▶ _What is expected_
How many lines in the entries below contain the word "communicate"? Answer with the number and nothing else.

▶ _Records drawn from a dataset_
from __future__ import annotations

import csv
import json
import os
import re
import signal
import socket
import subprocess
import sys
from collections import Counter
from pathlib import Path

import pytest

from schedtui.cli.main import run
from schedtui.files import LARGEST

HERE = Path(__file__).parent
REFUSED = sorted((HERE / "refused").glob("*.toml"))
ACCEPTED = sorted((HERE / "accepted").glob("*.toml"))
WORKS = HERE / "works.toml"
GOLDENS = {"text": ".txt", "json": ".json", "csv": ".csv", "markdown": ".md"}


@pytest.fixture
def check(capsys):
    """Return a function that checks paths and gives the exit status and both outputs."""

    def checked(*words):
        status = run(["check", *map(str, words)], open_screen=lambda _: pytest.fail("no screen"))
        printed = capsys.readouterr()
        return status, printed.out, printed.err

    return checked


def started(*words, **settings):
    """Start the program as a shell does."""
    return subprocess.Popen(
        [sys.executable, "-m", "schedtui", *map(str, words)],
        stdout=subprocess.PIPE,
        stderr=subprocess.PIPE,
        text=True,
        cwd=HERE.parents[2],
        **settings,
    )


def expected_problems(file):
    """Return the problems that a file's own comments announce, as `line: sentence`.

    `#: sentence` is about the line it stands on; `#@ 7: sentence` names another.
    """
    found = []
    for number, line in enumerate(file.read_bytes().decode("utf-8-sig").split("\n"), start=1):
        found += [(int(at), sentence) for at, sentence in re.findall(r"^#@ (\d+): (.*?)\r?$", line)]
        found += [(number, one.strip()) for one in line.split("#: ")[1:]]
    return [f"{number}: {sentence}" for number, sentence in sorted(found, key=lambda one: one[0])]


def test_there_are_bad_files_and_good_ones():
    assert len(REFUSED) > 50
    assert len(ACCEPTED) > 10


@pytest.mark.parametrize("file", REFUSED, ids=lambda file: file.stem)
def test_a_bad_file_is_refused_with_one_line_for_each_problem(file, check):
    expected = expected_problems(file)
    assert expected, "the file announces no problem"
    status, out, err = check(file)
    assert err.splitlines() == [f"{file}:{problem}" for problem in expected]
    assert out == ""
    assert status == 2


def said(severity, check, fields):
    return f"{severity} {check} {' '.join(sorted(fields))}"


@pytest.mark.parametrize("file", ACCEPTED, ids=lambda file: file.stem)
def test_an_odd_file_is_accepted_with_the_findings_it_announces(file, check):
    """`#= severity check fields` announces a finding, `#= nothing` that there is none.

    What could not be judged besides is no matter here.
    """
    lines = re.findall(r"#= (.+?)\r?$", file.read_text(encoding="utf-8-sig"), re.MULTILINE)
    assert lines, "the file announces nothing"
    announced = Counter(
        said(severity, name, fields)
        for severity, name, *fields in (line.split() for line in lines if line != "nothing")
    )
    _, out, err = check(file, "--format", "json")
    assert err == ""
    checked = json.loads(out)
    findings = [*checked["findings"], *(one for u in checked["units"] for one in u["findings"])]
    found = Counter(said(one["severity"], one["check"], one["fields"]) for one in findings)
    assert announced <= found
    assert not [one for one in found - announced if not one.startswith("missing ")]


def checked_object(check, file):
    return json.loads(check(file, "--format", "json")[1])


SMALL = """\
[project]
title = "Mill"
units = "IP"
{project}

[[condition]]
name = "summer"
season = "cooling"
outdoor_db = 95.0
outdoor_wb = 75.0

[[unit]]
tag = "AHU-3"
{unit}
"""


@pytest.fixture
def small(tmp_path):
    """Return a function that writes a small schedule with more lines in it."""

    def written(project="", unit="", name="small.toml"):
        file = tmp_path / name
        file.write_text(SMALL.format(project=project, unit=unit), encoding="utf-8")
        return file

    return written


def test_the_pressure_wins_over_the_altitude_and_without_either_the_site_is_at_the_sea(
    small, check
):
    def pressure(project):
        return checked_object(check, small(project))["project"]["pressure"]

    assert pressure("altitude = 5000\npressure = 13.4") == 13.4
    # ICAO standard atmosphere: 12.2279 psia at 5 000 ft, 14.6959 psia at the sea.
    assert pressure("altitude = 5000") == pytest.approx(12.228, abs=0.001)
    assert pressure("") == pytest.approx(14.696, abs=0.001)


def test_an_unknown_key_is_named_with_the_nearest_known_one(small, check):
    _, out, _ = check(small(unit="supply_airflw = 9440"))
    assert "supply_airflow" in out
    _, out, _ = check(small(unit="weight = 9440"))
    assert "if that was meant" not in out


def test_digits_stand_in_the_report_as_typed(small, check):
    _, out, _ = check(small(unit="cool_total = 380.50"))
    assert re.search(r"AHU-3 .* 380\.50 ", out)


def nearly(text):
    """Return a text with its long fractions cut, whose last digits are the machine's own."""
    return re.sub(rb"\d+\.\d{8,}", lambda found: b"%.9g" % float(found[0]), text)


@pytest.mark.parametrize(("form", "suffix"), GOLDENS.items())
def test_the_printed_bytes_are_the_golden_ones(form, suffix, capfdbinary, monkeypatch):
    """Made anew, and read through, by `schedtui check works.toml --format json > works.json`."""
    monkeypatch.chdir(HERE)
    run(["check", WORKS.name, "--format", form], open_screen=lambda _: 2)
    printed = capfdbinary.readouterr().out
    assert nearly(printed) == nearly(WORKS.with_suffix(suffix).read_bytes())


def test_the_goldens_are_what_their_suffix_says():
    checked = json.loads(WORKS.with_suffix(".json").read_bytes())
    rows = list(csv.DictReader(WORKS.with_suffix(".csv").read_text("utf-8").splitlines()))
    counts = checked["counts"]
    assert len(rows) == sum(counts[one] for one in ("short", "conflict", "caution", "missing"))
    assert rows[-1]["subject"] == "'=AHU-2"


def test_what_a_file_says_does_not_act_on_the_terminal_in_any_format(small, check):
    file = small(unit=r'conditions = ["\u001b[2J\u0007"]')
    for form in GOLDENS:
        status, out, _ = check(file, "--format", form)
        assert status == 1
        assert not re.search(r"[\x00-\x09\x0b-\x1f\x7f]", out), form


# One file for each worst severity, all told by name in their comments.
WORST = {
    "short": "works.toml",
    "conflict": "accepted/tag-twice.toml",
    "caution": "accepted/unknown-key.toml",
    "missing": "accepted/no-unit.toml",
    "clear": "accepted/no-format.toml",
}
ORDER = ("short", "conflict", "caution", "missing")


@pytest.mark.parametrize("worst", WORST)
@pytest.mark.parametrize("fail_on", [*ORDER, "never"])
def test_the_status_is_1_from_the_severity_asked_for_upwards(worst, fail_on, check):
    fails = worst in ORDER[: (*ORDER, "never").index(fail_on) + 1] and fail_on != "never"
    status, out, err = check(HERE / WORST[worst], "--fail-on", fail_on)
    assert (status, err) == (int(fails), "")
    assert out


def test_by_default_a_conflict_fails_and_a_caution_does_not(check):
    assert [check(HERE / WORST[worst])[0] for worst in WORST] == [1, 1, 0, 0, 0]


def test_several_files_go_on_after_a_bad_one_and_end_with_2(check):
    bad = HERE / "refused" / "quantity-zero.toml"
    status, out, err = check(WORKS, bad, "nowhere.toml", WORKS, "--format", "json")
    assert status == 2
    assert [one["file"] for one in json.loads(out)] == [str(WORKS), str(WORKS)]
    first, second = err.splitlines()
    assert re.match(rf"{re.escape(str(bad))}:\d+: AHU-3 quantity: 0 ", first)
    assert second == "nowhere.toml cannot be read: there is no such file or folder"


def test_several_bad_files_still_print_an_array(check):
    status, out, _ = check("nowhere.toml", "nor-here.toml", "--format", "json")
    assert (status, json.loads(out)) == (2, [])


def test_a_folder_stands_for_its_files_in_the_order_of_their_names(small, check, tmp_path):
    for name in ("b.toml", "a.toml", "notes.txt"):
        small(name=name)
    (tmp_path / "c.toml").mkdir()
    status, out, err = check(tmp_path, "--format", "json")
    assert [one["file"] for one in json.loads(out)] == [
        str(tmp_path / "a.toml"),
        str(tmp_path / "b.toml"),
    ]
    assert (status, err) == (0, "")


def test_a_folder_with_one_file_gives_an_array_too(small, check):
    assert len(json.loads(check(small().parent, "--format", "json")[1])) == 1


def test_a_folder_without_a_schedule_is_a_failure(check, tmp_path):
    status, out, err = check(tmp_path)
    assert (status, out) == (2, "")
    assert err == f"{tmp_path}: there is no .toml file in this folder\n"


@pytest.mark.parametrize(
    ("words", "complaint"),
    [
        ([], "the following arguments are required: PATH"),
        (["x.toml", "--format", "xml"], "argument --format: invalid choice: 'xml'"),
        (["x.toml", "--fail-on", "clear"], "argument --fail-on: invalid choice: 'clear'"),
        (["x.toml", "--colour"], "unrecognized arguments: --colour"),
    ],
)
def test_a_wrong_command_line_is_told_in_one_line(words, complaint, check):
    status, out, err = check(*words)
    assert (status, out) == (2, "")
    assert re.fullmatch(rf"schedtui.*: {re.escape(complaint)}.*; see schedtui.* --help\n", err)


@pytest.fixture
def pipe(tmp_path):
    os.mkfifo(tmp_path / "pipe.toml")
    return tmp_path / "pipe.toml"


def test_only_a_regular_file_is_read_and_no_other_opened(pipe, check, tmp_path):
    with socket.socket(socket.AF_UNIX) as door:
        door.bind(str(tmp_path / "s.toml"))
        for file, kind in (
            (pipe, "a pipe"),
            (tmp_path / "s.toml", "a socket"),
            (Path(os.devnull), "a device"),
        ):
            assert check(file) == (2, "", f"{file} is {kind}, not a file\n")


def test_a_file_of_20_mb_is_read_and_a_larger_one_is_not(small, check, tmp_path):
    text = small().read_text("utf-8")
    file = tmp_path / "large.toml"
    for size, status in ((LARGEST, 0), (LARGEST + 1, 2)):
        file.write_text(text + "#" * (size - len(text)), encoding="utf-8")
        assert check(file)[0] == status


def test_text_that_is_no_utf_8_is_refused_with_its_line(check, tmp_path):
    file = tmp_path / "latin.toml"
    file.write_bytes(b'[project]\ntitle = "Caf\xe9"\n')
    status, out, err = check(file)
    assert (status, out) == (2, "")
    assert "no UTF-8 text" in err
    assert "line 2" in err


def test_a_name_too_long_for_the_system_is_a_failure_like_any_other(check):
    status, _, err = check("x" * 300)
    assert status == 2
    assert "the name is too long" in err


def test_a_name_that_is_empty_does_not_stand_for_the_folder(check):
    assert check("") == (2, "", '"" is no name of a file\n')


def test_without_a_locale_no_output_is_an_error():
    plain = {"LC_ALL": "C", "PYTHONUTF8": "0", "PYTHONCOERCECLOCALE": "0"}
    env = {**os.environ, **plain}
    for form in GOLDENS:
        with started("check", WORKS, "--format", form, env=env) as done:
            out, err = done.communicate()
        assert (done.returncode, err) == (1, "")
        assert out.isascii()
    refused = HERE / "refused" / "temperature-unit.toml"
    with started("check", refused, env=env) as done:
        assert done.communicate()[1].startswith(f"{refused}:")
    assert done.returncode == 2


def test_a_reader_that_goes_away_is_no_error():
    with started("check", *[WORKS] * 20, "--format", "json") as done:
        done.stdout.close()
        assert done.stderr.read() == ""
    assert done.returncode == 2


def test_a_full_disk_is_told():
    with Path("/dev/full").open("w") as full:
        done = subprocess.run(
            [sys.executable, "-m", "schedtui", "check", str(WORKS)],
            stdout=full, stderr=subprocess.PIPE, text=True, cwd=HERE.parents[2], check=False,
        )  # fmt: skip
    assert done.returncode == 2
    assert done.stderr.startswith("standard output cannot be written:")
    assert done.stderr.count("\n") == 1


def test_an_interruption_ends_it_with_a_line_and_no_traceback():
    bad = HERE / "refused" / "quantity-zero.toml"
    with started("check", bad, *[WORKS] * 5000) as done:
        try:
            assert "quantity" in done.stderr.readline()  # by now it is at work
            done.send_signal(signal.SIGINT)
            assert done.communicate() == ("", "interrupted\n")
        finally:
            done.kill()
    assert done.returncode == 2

▶ _Response box_
3